Solutions There are many solutions to the farms, the most obvious being shut down the farms all together, but this solution would not work because they are far to large and profitable of an industry to shut down. A feasible solution would be to enforce the Humane Methods of Livestock Slaughter Act, and make an amendment so that it applies to birds as well. We can also create laws stating livestock should have enough room to move, so that they aren’t confined to one tiny space their entire lives. Laws can also be made requiring any runoff from farms to be stopped or collected before it infests other places. Stricter laws can also be put into place regulating what meat can be put on the market, that way meat from infected cows or pigs or chickens is not sold in the market, possibly infecting humans.

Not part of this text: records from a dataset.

"""A real spreadsheet as a client: Debian's LibreOffice Calc, headless, fetches answers from the production
server (the container entrypoint) with its web-fetch function, in an English and a decimal-comma locale.

The sheet is driven by ``sheet_driver.py`` under the system interpreter, which owns the ``uno`` module."""

from __future__ import annotations

import json
import os
import subprocess
from collections.abc import Iterator
from pathlib import Path
from typing import Any
from urllib.parse import quote, urlencode

import pytest
import requests
from test_entrypoint import Server, entrypoint

SOFFICE = "/usr/bin/soffice"
SYSTEM_PYTHON = "/usr/bin/python3"
DRIVER = Path(__file__).resolve().parents[1] / "sheet_driver.py"
DRIVER_TIMEOUT_S = 60


def _missing() -> str | None:
    """Why the real spreadsheet cannot run here, or None."""
    if not os.access(SOFFICE, os.X_OK):
        return f"{SOFFICE} is absent: install the Debian package 'libreoffice-calc-nogui'"
    try:
        probe = subprocess.run([SYSTEM_PYTHON, "-c", "import uno"], capture_output=True, timeout=30)
    except FileNotFoundError:
        return f"{SYSTEM_PYTHON} is absent"
    if probe.returncode != 0:
        return f"{SYSTEM_PYTHON} cannot import uno: install the Debian package 'python3-uno'"
    return None


if reason := _missing():
    if os.environ.get("CALCSVC_REQUIRE_SPREADSHEET"):
        # CI installs the spreadsheet, so its absence there is a failure, never a silent skip.
        raise RuntimeError(reason)
    pytest.skip(reason, allow_module_level=True)

LED = {"supply": "supply-adapter-12v-2a", "led": "led-red-5mm", "leds_in_series": "3", "current_a": "20 mA"}
OPAMP = {"opamp": "opamp-general-1mhz", "configuration": "non_inverting", "gain": "50", "signal_hz": "2 kHz"}


def _led_fetch(current_cell: str) -> str:
    """The README's way: the URL joined from cells with ``&``, text values through ENCODEURL."""
    return (
        '=WEBSERVICE($A$1&"/v1/calc/led-string?supply="&ENCODEURL($A$2)&"&led="&ENCODEURL($A$3)'
        f'&"&leds_in_series="&$A$4&"&current_a="&ENCODEURL({current_cell})&"&pick=resistor_ohm")'
    )


def _cells(base_url: str) -> dict[str, Any]:
    return {
        "A1": base_url,
        "A2": LED["supply"],
        "A3": LED["led"],
        "A4": 3,
        "A5": LED["current_a"],
        "A6": OPAMP["opamp"],
        "A7": OPAMP["configuration"],
        "A8": 50,
        "A9": OPAMP["signal_hz"],
        "A10": "20 ma",  # refused: unit case matters
        "A11": "200 mA",  # computed, but the LED's current check fails
        "A12": 0.02,  # a number cell joined into the URL: formatted the sheet's locale's way
        "B1": _led_fetch("$A$5"),
        "B2": "=VALUE(B1)",
        "B3": '=NUMBERVALUE(B1;".")',
        "C1": '=WEBSERVICE($A$1&"/v1/calc/closed-loop-bandwidth?opamp="&ENCODEURL(A6)&"&configuration="&A7'
        '&"&gain="&A8&"&signal_hz="&ENCODEURL(A9)&"&pick=bandwidth_hz")',
        "C2": "=VALUE(C1)",
        "C3": '=NUMBERVALUE(C1;".")',
        "D1": _led_fetch("$A$10"),
        "D2": _led_fetch("$A$11"),
        "D3": _led_fetch("$A$12"),
        "E1": 0.5,  # shows which decimal separator the sheet's locale uses
    }


def _direct(server: Server, name: str, inputs: dict[str, str], pick: str) -> str:
    """The same URL the sheet builds (spaces as %20, as ENCODEURL writes them), fetched by requests."""
    query = urlencode({**inputs, "pick": pick}, quote_via=quote)
    answer = requests.get(f"{server.url}/v1/calc/{name}?{query}", timeout=10)
    assert answer.status_code == 200, answer.text
    return answer.text


@pytest.fixture(scope="module")
def server(tmp_path_factory: pytest.TempPathFactory) -> Iterator[Server]:
    folder = tmp_path_factory.mktemp("sheet-server")
    with entrypoint(folder, f"sqlite:///{folder / 'calcsvc.sqlite'}", "sheet") as running:
        yield running


def _run_sheet(tmp_path: Path, job: dict[str, Any]) -> dict[str, dict[str, Any]]:
    job_file = tmp_path / "job.json"
    job_file.write_text(json.dumps(job))
    result = subprocess.run(
        [SYSTEM_PYTHON, str(DRIVER), str(job_file)], capture_output=True, text=True, timeout=DRIVER_TIMEOUT_S + 30
    )
    assert result.returncode == 0, result.stderr
    (tmp_path / "sheet.json").write_text(result.stdout)  # what each cell showed, kept beside the job
    cells: dict[str, dict[str, Any]] = json.loads(result.stdout)["cells"]
    return cells


@pytest.mark.parametrize(("locale", "decimal_point"), [("en-US", "."), ("de-DE", ",")])
def test_a_sheet_fetches_answers_and_turns_them_into_numbers(
    server: Server, tmp_path: Path, locale: str, decimal_point: str
) -> None:
    resistor_text = _direct(server, "led-string", LED, "resistor_ohm")
    bandwidth_text = _direct(server, "closed-loop-bandwidth", OPAMP, "bandwidth_hz")
    assert float(resistor_text) == 300.0
    assert float(bandwidth_text) == pytest.approx(24_008.0, rel=1e-3)  # 1.2 MHz/50 + 1.2 MHz/150 000 (GBW/NG)

    cells = _run_sheet(
        tmp_path,
        {"locale": locale, "cells": _cells(server.url), "wait_for": ["B1", "C1", "D1", "D2", "D3"]},
    )

    assert cells["E1"]["string"] == f"0{decimal_point}5", "the sheet did not take the locale"
    for fetched, text in (("B1", resistor_text), ("C1", bandwidth_text)):
        assert (cells[fetched]["kind"], cells[fetched]["string"]) == ("text", text)
    # NUMBERVALUE(x; ".") reads the service's decimal point whatever the sheet's locale.
    for converted, number in (("B3", float(resistor_text)), ("C3", float(bandwidth_text))):
        assert (cells[converted]["kind"], cells[converted]["value"]) == ("number", number)
    if decimal_point == ".":
        for converted, number in (("B2", float(resistor_text)), ("C2", float(bandwidth_text))):
            assert (cells[converted]["kind"], cells[converted]["value"]) == ("number", number)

Conclusion Many debates are held by experts and specialists about this issue. Animals in the large factory farms live in stressful situations that make them suffer all their lives. It is important to realize moral, economic, and ethical issues of this problem. Factory farming pollutes environment, affects animals, public health, especially those, who live close to such farms. The factory farming industry is harmful for human life as well as environment and global warming. The idea to turn back to small family farms is worth to be more investigated and overviewed. Those, who eat meat, eggs and dairy products, have to think about conditions, where animals were raised. Moral and ethical norms are important in raising animals with the aim of healthy eating.